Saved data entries
⟨
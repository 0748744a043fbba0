import { api } from '$lib/server/api';
import { submitRun } from '$lib/server/services/signoff';

export const POST = api(async (user, event) => {
	const signoff = await submitRun(user, event.params.id!);
	return { signoffId: signoff.id, boundHash: signoff.bound_hash.trim(), state: 'awaiting_signoff' };
});
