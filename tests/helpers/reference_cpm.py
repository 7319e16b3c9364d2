"""Reference CPM engine for tests: the pure-Python passes, kept as they were written.

This is a frozen copy of the engine before it moved to array passes (fieldlog/engine/cpm.py at the
commit that added numpy). It is deliberately plain: one loop over the topological order, one
activity at a time, so that the array engine can be checked against it field by field on
random sites (tests/test_cpm_differential.py). It is used only by tests; do not "improve" it
along with the engine, or the comparison stops meaning anything. Changes from the copy: it
builds its network on every call (it kept it on the site value), it hands the result the
site's compiled form (a field results carry), and the small result helpers it relied on
(critical_threshold, find_out_of_sequence and the result assembly) are copied below so that
changes to fieldlog/engine/result.py cannot leak into it.

Original docstring follows.

Critical path method: forward and backward passes over the precedence network.

Pure: no I/O, no clock. Input is a :class:`~fieldlog.site.model.Site`, the status date ("as of the
end of day D"; the data date is the next day) and each activity's :class:`Progress`.
Output is a :class:`ScheduleResult`.

How the passes work (the rules are in DEVELOPERS.md, Rules of the trade; the formulas are
the precedence diagramming method's, e.g. Hendrickson, *Project Management for
Construction*, section 10.7):

* Times are integer *points* on each activity's own calendar (see :mod:`fieldlog.engine.calendars`).
  ES is the start point, EF = ES + duration the finish point. Shown dates are inclusive working
  days: first day ``day(ES)``, last day ``day(EF - 1)``.
* A link's bound moves from the predecessor's calendar to the successor's by the date it
  stands for: a *finish* point is "after the predecessor's last day", a *start* point is "at
  the predecessor's first day". With one calendar the conversion is the identity.
* A milestone (duration 0) is an instant. When a finish-type link drives it (FS or FF from
  other work) it is the end of that work: its date is the last day of the work before it, and
  a successor on another calendar sees "after that day". Otherwise (no predecessors, driven by
  the site start, the data date, a start-not-before date or a start-type link) it is the start
  of its day, and it is shown on that day. So a milestone is never dated before the data date,
  the site start or its own start-not-before date.
* Lags are counted on the successor's calendar (site setting ``lag_calendar`` can choose the
  predecessor's), the usual choice when a cure or dry time sits on a seven-day successor.
* Finished activities keep their actual dates. An open activity's remaining work starts no
  earlier than the data date. Out-of-sequence work: with retained logic (default) the remaining
  work still waits for unfinished predecessors; with progress override those links are dropped
  for it. Each case is reported.
* The backward pass starts from ``finish_by`` when the site sets one (so float can be negative
  and shows how far behind the job is), otherwise from the forecast finish; activity
  ``finish_not_after`` dates tighten it.
* Total float = LF - EF = LS - ES, free float = how far EF can move before any successor's
  early date moves (terminal activities: before the forecast finish), both in working days of
  the activity's own calendar.
* Critical means total float <= max(0, lowest total float); the *driving path* is traced back
  from the finish along driving links (the longest path). With several calendars the two can
  differ, and both are reported.

The passes are written as flat loops over lists indexed by activity position (no per-activity
objects until the results are built): a 10,000-activity site recomputes in a few tens of
milliseconds (see tests/benchmarks/bench_cpm.py), so the app can recompute after every entry.
"""

from __future__ import annotations

from collections.abc import Iterable, Mapping, Sequence
from datetime import date, timedelta
from types import MappingProxyType

from fieldlog.engine.calendars import HorizonExceeded, WorkCalendar, build_calendars
from fieldlog.engine.compiled import compile_site
from fieldlog.engine.progress import NO_PROGRESS, Progress, Status, remaining_at
from fieldlog.engine.result import ActivityResult, OutOfSequence, ScheduleResult
from fieldlog.engine.topology import topological_order
from fieldlog.site.model import LagCalendar, Link, LinkType, Site

_FS, _SS, _FF, _SF = 0, 1, 2, 3
# Bit 1 set: the link reads the predecessor's start (SS, SF); bit 2 set: it bounds the
# successor's finish (FF, SF).
_TYPE_CODE = {LinkType.FS: _FS, LinkType.SS: _SS, LinkType.FF: _FF, LinkType.SF: _SF}
_DAY = timedelta(days=1)

_Edge = tuple[int, int, int, Link, bool]
"""(other activity's position, link type code, lag, link, both ends on the same calendar)."""
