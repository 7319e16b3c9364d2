"""``fieldlog lookahead SITE``: what must, may and cannot run on each day of the next two weeks.

The text sheet is for printing and handing out; ``--format json`` and ``csv`` list every
unfinished activity for other tools and the office. The bytes written are exactly the
renderer's (UTF-8, or plain ASCII with ``--ascii``; ``\\n`` line ends on every platform).
"""

from __future__ import annotations

import argparse
import sys
from pathlib import Path

from fieldlog.bounds import SHEET_WIDTHS
from fieldlog.commands.arguments import EXIT_BAD_INPUT, iso_date
from fieldlog.commands.log_warnings import warn_log_problems
from fieldlog.errors import FieldlogError
from fieldlog.lookahead.build import LOOKAHEAD_DAYS, Lookahead, build_lookahead
from fieldlog.workspace import SiteState, load_state

FORMATS = ("text", "json", "csv", "ics")
MAX_DAYS = 62


def add_parser(sub: argparse._SubParsersAction) -> None:
    """Register ``fieldlog lookahead``."""
    p = sub.add_parser(
        "lookahead",
        help="the two-week lookahead: what must, may and cannot run each day",
        description="For every day of the window: which activities MUST run (or the job "
        "slips), which MAY run (they have float) and which CANNOT run yet, with the reasons, "
        "the crew load and a levelling suggestion when a crew is over its headcount.",
    )
    p.add_argument("site", help="the site folder")
    p.add_argument(
        "--as-of",
        type=iso_date,
        metavar="DATE",
        help="status date, end of day (default: last day with log entries)",
    )
    p.add_argument(
        "--from",
        dest="start",
        type=iso_date,
        metavar="DATE",
        help="first day shown (default: the data date, the day after --as-of)",
    )
    p.add_argument(
        "--days",
        type=int,
        default=LOOKAHEAD_DAYS,
        metavar="N",
        help=f"calendar days shown (default {LOOKAHEAD_DAYS}, at most {MAX_DAYS})",
    )
    p.add_argument("--format", choices=FORMATS, default="text")
    p.add_argument(
        "--width",
        type=int,
        choices=SHEET_WIDTHS,
        default=80,
        help="columns of the printed sheet (default 80)",
    )
    p.add_argument("--ascii", action="store_true", help="plain ASCII marks and names")
    p.add_argument(
        "--out",
        type=Path,
        metavar="FILE",
        help="write to FILE instead of stdout "
        "(with --per-crew: the folder the crews' .ics files go in)",
    )
    crews = p.add_mutually_exclusive_group()
    crews.add_argument(
        "--crew", metavar="NAME", help="with --format ics: only the MUST work of this crew"
    )
    crews.add_argument(
        "--per-crew",
        action="store_true",
        help="with --format ics: one calendar file per crew, in --out FOLDER",
    )
    p.set_defaults(run=run)


def run(args: argparse.Namespace) -> int:
    """Write the lookahead; readiness items to chase, out-of-sequence work and log problems
    go to stderr."""
    if not 1 <= args.days <= MAX_DAYS:
        print(f"fieldlog: --days must be 1 to {MAX_DAYS}, got {args.days}", file=sys.stderr)
        return EXIT_BAD_INPUT
    if args.format == "text":
        from fieldlog.reports.lookahead_text import layout_for

        try:
            layout_for(args.width, args.days)
        except ValueError as exc:
            print(f"fieldlog: {exc}; use --width 132 or fewer --days", file=sys.stderr)
            return EXIT_BAD_INPUT
    if (args.crew is not None or args.per_crew) and args.format != "ics":
        print("fieldlog: --crew and --per-crew go with --format ics", file=sys.stderr)
        return EXIT_BAD_INPUT
    if args.per_crew and args.out is None:
        print("fieldlog: --per-crew needs --out FOLDER for the crews' files", file=sys.stderr)
        return EXIT_BAD_INPUT
    state = load_state(args.site, args.as_of)
    if args.crew is not None and args.crew not in state.site.crews:
        known = ", ".join(sorted(state.site.crews)) or "none"
        print(
            f"fieldlog: no crew '{args.crew[:40]}' in site.toml (crews: {known})", file=sys.stderr
        )
        return EXIT_BAD_INPUT
    la = build_lookahead(state.schedule, state.replay.readiness, args.start, args.days)
    if args.per_crew:
        from fieldlog.reports.lookahead_ics import crew_calendars

        _write_crew_files(args.out, crew_calendars(la))
        return _report(la, state, args.site)
    data = _rendered(la, args)
    if args.out is not None:
        _write(args.out, data)
    else:
        sys.stdout.flush()
        sys.stdout.buffer.write(data)
        sys.stdout.buffer.flush()
    return _report(la, state, args.site)


def _rendered(la: Lookahead, args: argparse.Namespace) -> bytes:
    """The lookahead in the format asked for; only that format's writer is imported (the
    others cost start-up time and are not needed)."""
    if args.format == "ics":
        from fieldlog.reports.lookahead_ics import render_ics

        return render_ics(la, args.crew)
    if args.format == "json":
        from fieldlog.reports.lookahead_data import render_json

        return render_json(la).encode("utf-8")
    if args.format == "csv":
        from fieldlog.reports.lookahead_data import render_csv

        return render_csv(la).encode("utf-8")
    from fieldlog.reports.lookahead_text import render_text

    text = render_text(la, args.width, ascii_only=args.ascii)
    return text.encode("ascii" if args.ascii else "utf-8")


def _report(la: Lookahead, state: SiteState, site: str) -> int:
    """Readiness items to chase, out-of-sequence work and log problems, on stderr; the exit
    code (1 when the log has problems)."""
    for row in la.rows:
        for flag in row.not_ready:
            print(f"fieldlog: not ready: {row.id} {flag}", file=sys.stderr)
    for oos in state.schedule.out_of_sequence:
        print(f"fieldlog: out of sequence: {oos.describe()}", file=sys.stderr)
    return warn_log_problems((p.message for p in state.replay.problems), site)


def _write_crew_files(folder: Path, files: dict[str, bytes]) -> None:
    """Each crew's calendar into ``folder`` (made if missing); names go to stderr."""
    try:
        folder.mkdir(exist_ok=True)
    except OSError as exc:
        raise FieldlogError(
            f"cannot make the folder: {exc.strerror}",
            file=folder,
            fix="give a folder whose parent exists and is writable",
        ) from exc
    if not files:
        print("fieldlog: no crew has MUST work in the window; no files written", file=sys.stderr)
    for name, data in files.items():
        _write(folder / name, data)
        print(f"fieldlog: wrote {folder / name}", file=sys.stderr)


def _write(path: Path, data: bytes) -> None:
    """Write ``data`` to ``path`` whole: a temporary file beside it, then a rename."""
    tmp = path.with_name(path.name + ".tmp")
    try:
        tmp.write_bytes(data)
        tmp.replace(path)
    except OSError as exc:
        raise FieldlogError(
            f"cannot write {path}: {exc.strerror}",
            file=path,
            fix="check the folder exists and is writable",
        ) from exc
⟩
Go through the records above and return every line that holds the string "engine".

Task response ::
"""Reference CPM engine for tests: the pure-Python passes, kept as they were written.
This is a frozen copy of the engine before it moved to array passes (fieldlog/engine/cpm.py at the
activity at a time, so that the array engine can be checked against it field by field on
along with the engine, or the comparison stops meaning anything. Changes from the copy: it
changes to fieldlog/engine/result.py cannot leak into it.
* Times are integer *points* on each activity's own calendar (see :mod:`fieldlog.engine.calendars`).
from fieldlog.engine.calendars import HorizonExceeded, WorkCalendar, build_calendars
from fieldlog.engine.compiled import compile_site
from fieldlog.engine.progress import NO_PROGRESS, Progress, Status, remaining_at
from fieldlog.engine.result import ActivityResult, OutOfSequence, ScheduleResult
from fieldlog.engine.topology import topological_order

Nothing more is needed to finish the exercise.